The  dominance of memory over circumstance.

A poet killed in wartime, too young to have achieved his true potential (unexpected softly powerful name of Wilfred Owen), is mentioned in a social gathering (overheard at the party) impacting on Heaney’s mind with a depressing thump (like wet snow that slumps down off a roof).

Memory of the blinding mire of WWI trenches resurfaces ironically as people cheerfully toast each other’s health (mud in your eye) and conjures up in Heaney’s mind the after-shocks resounding in Owen’s merited otherworld (artillery in heaven).

  • slump down: fall heavily and suddenly;
  • Wilfred Owen: much admired British World War I poet, composing nearly all of his poems in slightly over a year, from August 1917 to September 1918. In November 1918; killed in action in Nov 1918 at the age of twenty-five, one week before the Armistice
  • here’s mud in your eye (pun): friendly toast before downing a drink, mixed earth and water;
  • artillery: big guns;

 

  • quartet in 3 sentences; lines 10-11 syllables; assonant rhymes abab;
  • assonant echoes:’over…snow…Owen’/ ‘down…powerful’/ ‘slumps…unexpaect…mud’/ ‘wet…expect…heaven’/ ‘Wilfred…in…artillery’;
  •  alliterative strands: sibilants [s]snow…slump…expect…softly;

6  W. H. Auden, 1907-73

Heaney sketches stages in the life of a hugely talented and highly complex poet who lived and worked on both sides of the Atlantic.

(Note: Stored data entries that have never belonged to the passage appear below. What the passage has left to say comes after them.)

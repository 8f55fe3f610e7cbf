"""Residues modulo the good primes of a task, in order, whoever computes them and in whatever batches.

A *task* (``ResidueTask``) says which numbers are wanted modulo primes, and computes them for primes that it is given.
The primes are those of ``PrimeSource``, in its order, less those that are bad for the task. A *supply* gives batches of
them in that order: computed here as they are asked for (``here``), or brought from elsewhere. How they are batched is
the supply's business and cannot be seen in what a ``ResidueStream`` gives: the residues modulo the first so many good
primes.
"""

from __future__ import annotations

from collections.abc import Callable, Sequence
from dataclasses import dataclass
from typing import Protocol

import numpy as np

from ratomega.errors import RatomegaError
from ratomega.exact.residues import BadPrimes, Floats, PrimeSource

__all__ = ["Batch", "ResidueStream", "ResidueTask", "Supplier", "Supply", "computed", "here"]

# Of some thousand factors about one in 2^22 vanishes modulo a prime by chance.
MOST_BAD_PRIMES = 100


class ResidueTask(Protocol):
    """Numbers that are wanted modulo primes of ``bits`` bits, ``shape`` of them for every prime.

    ``name`` and ``charge`` tell the tasks of one case apart. ``largest`` is how many primes the memory takes at once.
    About ``seconds`` are spent on each prime, and on each batch as much as on ``overhead`` primes more.
    """

    @property
    def name(self) -> str: ...

    @property
    def charge(self) -> int: ...

    @property
    def bits(self) -> int: ...

    @property
    def radicand(self) -> int:
        """d where the numbers lie in Q(sqrt(d)), 0 where they are rational: the primes are to split."""
        ...

    @property
    def shape(self) -> tuple[int, ...]: ...

    @property
    def largest(self) -> int: ...

    @property
    def seconds(self) -> float: ...

    @property
    def overhead(self) -> int: ...

    def residues(self, primes: Sequence[int]) -> Floats:
        """Shape (primes, *shape). Raises ``BadPrimes``; which primes are bad does not depend on their company."""
        ...


@dataclass(frozen=True, slots=True, eq=False)
class Batch:
    """Residues modulo ``primes``; ``bad`` are the primes of the batch that had to be left out."""

    primes: tuple[int, ...]
    bad: tuple[int, ...]
    values: Floats


Supply = Callable[[int], Batch]
"""One more batch. The number says how many more good primes are wanted now; the batch may have fewer or more."""

Supplier = Callable[[ResidueTask, tuple[int, ...]], Supply]
"""A supply for a task. The numbers say how many primes will be wanted, stage by stage: an estimate, for planning."""


def computed(task: ResidueTask, primes: Sequence[int]) -> Batch:
    """The batch of these primes, computed here; bad ones are found out and left out."""
    good, bad = list(primes), list[int]()
    while good:
        try:
            values = task.residues(good)
        except BadPrimes as found:
            bad += found.primes
            good = [p for p in good if p not in found.primes]
        else:
            return Batch(tuple(good), tuple(p for p in primes if p in bad), values)
    return Batch((), tuple(primes), np.zeros((0, *task.shape)))


def here(task: ResidueTask, stages: tuple[int, ...] = ()) -> Supply:
    """A supply that computes just what is asked for, in batches as large as the memory takes."""
    source = PrimeSource(task.bits, task.radicand)

    def further(count: int) -> Batch:
        pieces = -(-count // task.largest)
        return computed(task, source.take(-(-count // pieces)))

    return further


class ResidueStream:
    """The residues modulo the first good primes, as many as are asked for; what came before is kept."""

    def __init__(self, supply: Supply) -> None:
        self._supply = supply
        self._primes: tuple[int, ...] = ()
        self._bad = 0
        self._values: list[Floats] = []

    def first(self, count: int) -> tuple[tuple[int, ...], Floats]:
        """The first ``count`` good primes, and the residues: shape (count, *shape of the task).

        Raises ``RatomegaError`` when nearly all primes are bad, which means that a denominator is zero.
        """
        if count < 1:
            raise ValueError(f"at least one prime, not {count}")
        while len(self._primes) < count:
            batch = self._supply(count - len(self._primes))
            self._primes += batch.primes
            self._bad += len(batch.bad)
            self._values.append(batch.values)
            if self._bad > count + MOST_BAD_PRIMES:
                raise RatomegaError("a denominator vanishes modulo every prime, so it is zero")
        if len(self._values) > 1:
            self._values = [np.concatenate(self._values)]
        return self._primes[:count], self._values[0][:count]
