"""Irreducible factors over a quadratic field K = Q(sqrt d), found through factors over Q.

*Norms.* Let N = P + Q sqrt(d), and let no rational polynomial divide both parts. Then no factor of N is rational up to
a number, an irreducible factor h has the norm F = h h' (h' its conjugate), irreducible over Q, and F^e divides the norm
of N as often as h^e divides N. So the norm is factored over the integers, and h is what N and F have in common.

*In one symbol* h = A + B sqrt(d) is found as a fraction: A/B = P/Q modulo F, with the degree of A at most half of that
of F and B below it, which Euclid's algorithm gives at half way. A rational polynomial is first shifted by a multiple of
sqrt(d), which makes it such an N (B. Trager 1976).

*In several symbols* factors are split where they are of degree 2 in some symbol with a number as leading coefficient:
linear factors always are, and denominators have no others. What is left of a numerator stays one factor.

Cost: one factorisation over the integers at twice the degree.
"""

from __future__ import annotations

from itertools import count

from flint import fmpq, fmpq_poly, fmpz_mpoly
from flint.utils.flint_exceptions import DomainError

from ratomega.exact.field_polynomials import Factor, FieldPoly, factor_degree, factor_text
from ratomega.exact.polynomials import coefficients_in
from ratomega.exact.quadratic import Number
from ratomega.exact.rational import ONE

__all__ = ["Factors", "field_factors", "split"]

Factors = tuple[Number, tuple[tuple[Factor, int], ...]]
"""A constant and irreducible factors in normal form with exponents; numerator first, by degree and by text."""


class _Collected:
    """A product in the making: a constant, and factors in normal form, which are known by their text."""

    def __init__(self) -> None:
        self.constant: Number = ONE
        self.factors: dict[str, tuple[Factor, int]] = {}

    def number(self, value: Number, exponent: int = 1) -> None:
        for _ in range(abs(exponent)):
            self.constant = self.constant * value if exponent > 0 else self.constant / value

    def take(self, factor: Factor, exponent: int) -> None:
        if isinstance(factor, FieldPoly):
            unit, factor = factor.normal()
            self.number(unit, exponent)
        elif factor.leading_coefficient() < 0:
            factor = -factor
            self.number(-ONE, exponent)
        text = factor_text(factor)
        self.factors[text] = (factor, self.factors.get(text, (factor, 0))[1] + exponent)

    def result(self) -> Factors:
        def order(pair: tuple[Factor, int]) -> tuple[bool, int, str]:
            return pair[1] < 0, factor_degree(pair[0]), factor_text(pair[0])

        return self.constant, tuple(sorted((pair for pair in self.factors.values() if pair[1]), key=order))


def field_factors(numerator: fmpz_mpoly, irrational: fmpz_mpoly, denominator: fmpz_mpoly, d: int) -> Factors:
    """The factors of (numerator + irrational sqrt(d))/denominator, not zero; with d = 0 those over Q."""
    found = _Collected()
    if not d:
        _rational(found, numerator, 1, 0)
        _rational(found, denominator, -1, 0)
        return found.result()
    common = numerator.gcd(irrational)
    _rational(found, common, 1, d)
    _rational(found, denominator, -1, d)
    _without_rational(found, FieldPoly(numerator / common, irrational / common, d))
    return found.result()


def _rational(found: _Collected, poly: fmpz_mpoly, sign: int, d: int) -> None:
    content, pairs = poly.factor()
    found.number(fmpq(content), sign)
    for factor, exponent in pairs:
        halves = split(factor, d) if d else None
        if halves is None:
            found.take(factor, sign * int(exponent))
        else:
            found.number(halves[0], sign * int(exponent))
            found.take(halves[1], sign * int(exponent))
            found.take(halves[1].conjugate(), sign * int(exponent))


def _without_rational(found: _Collected, rest: FieldPoly) -> None:
    """Take all factors of a polynomial whose parts have nothing in common."""
    univariate = len(rest.rational.context().names()) == 1
    for norm, exponent in rest.norm().factor()[1]:
        if norm.total_degree() == 2 * factor_degree(rest):
            # Nothing else is left.
            break
        halves = split(norm, rest.d, deep=False)
        if halves is not None:
            candidates = [halves[1], halves[1].conjugate()]
        else:
            candidates = [_common(rest, norm)] if univariate else []
        for candidate in candidates:
            for _ in range(int(exponent)):
                divided = rest.quotient(candidate)
                if divided is None:
                    break
                unit, rest = divided
                found.number(unit)
                found.take(candidate, 1)
    if rest.is_constant():
        found.number(rest.terms()[0][1])
    else:
        found.take(rest, 1)


def split(factor: fmpz_mpoly, d: int, *, deep: bool = True) -> tuple[Number, FieldPoly] | None:
    """(c, h) with factor = c h h' for a polynomial irreducible over Q; None where it stays so over the field.

    None also where the search is not made: see above for several symbols; in one symbol with ``deep`` False a degree
    beyond 2.

    >>> from ratomega.exact.polynomials import context_of
    >>> a, m = context_of(("a", "m")).gens()
    >>> unit, half = split(a**2 + 2 * a * m + m**2 + 1, -1)
    >>> factor_text(half), unit
    ('a + m - sqrt(-1)', 1)
    >>> split(a**2 + m**2 + 2, -1) is None
    True
    """
    for place, degree in enumerate(factor.degrees()):
        parts = coefficients_in(factor, place) if degree == 2 else []
        if parts and parts[2].is_constant():
            return _roots(factor, place, parts, d)
    if deep and len(factor.degrees()) == 1 and factor.total_degree() % 2 == 0:
        return _by_shift(factor, d)
    return None


def _roots(factor: fmpz_mpoly, place: int, parts: list[fmpz_mpoly], d: int) -> tuple[Number, FieldPoly] | None:
    """A X^2 + B X + C with a number A splits where d times the discriminant is a square, (d l)^2."""
    constant, linear, lead = parts
    try:
        root = ((linear**2 - constant * lead * 4) * d).sqrt()
    except DomainError:
        return None
    x = factor.context().gens()[place]
    return _halves(factor, FieldPoly((lead * x * 2 + linear) * d, root, d))


def _halves(factor: fmpz_mpoly, half: FieldPoly) -> tuple[Number, FieldPoly]:
    half = half.normal()[1]
    norm = half.norm()
    return fmpq(factor.leading_coefficient(), norm.leading_coefficient()), half


def _by_shift(factor: fmpz_mpoly, d: int) -> tuple[Number, FieldPoly] | None:
    """In one symbol: the factor at X + s sqrt(d) is free of rational factors for almost every s."""
    for step in count(1):
        shifted = _shifted(factor, step, d)
        if not shifted.rational.gcd(shifted.irrational).is_constant():
            continue
        norms = shifted.norm().factor()[1]
        if len(norms) == 1:
            return None
        half = _common(shifted, norms[0][0])
        return _halves(factor, _shifted_pair(half, -step))
    raise AssertionError("unreachable")


def _shifted(poly: fmpz_mpoly, step: int, d: int) -> FieldPoly:
    zero = poly.context().constant(0)
    return _shifted_pair(FieldPoly(poly, zero, d), step)


def _shifted_pair(poly: FieldPoly, step: int) -> FieldPoly:
    """The polynomial at X + step sqrt(d), by Horner's scheme."""
    context, d = poly.rational.context(), poly.d
    one, zero = context.constant(1), context.constant(0)
    move = FieldPoly(context.gens()[0], one * step, d)
    result = FieldPoly(zero, zero, d)
    tables = (poly.rational.to_dict(), poly.irrational.to_dict())
    for n in range(factor_degree(poly), -1, -1):
        x, y = (one * int(part.get((n,), 0)) for part in tables)
        result = result.times(move).plus(FieldPoly(x, y, d))
    return result


def _common(poly: FieldPoly, norm: fmpz_mpoly) -> FieldPoly:
    """In one symbol: the factor of a polynomial without rational factors that has the given irreducible norm."""
    p, q, modulus = (_line(part) for part in (poly.rational, poly.irrational, norm))
    half = modulus.degree() // 2
    # The norm is irreducible and does not divide q, so that q has an inverse.
    _, inverse, _ = (q % modulus).xgcd(modulus)
    above, last = modulus, (p * inverse) % modulus
    below_above, below = fmpq_poly(), fmpq_poly([1])
    while last.degree() > half:
        quotient, remainder = divmod(above, last)
        above, last = last, remainder
        below_above, below = below, below_above - quotient * below
    scale = last.denom() * below.denom()
    context = norm.context()
    parts = [
        context.from_dict({(n,): int((c * scale).p) for n, c in enumerate(part.coeffs()) if c != 0})
        for part in (last, below)
    ]
    return FieldPoly(parts[0], parts[1], poly.d).normal()[1]


def _line(poly: fmpz_mpoly) -> fmpq_poly:
    table = poly.to_dict()
    return fmpq_poly([table.get((n,), 0) for n in range(int(poly.total_degree()) + 1)])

Auden’s ‘old’ world – his blue riband education (Oxford) and travel for pleasure (Iceland and Spain), his leftist anti-Establishment and psychoanalytical interest (Berlin and Freud), his flirt with communist theory (Marx) across a whole decade (the Thirties) – was superseded by the ‘new’ world (New York), by his engagement in an enduring  all-male love affair (Chester) and the search to rekindle his faith (God).

The period (pause for po-ethics) produced a yield of personal lyrics loaded with matters of principle (moral ascent of Parnassus) later winding down to a cocktail of opera, dolce vita (retrenchment, libretti, martinis) and the leisure of companionable middle-age (the slippers, the face).

A product of York (conceived in the Danelaw), Auden somehow retained the attitude of folk upon whom long ago the Vikings imposed a historical language shift and who still objected to it (ruction).

To Heaney Auden’s high pitched peremptory voice (barker of stanzas) was highly distinctive on in both poetry reading and classroom (star turn… source of instruction) and spelt out his rare talent (definite growth rings of genius rang in his voice).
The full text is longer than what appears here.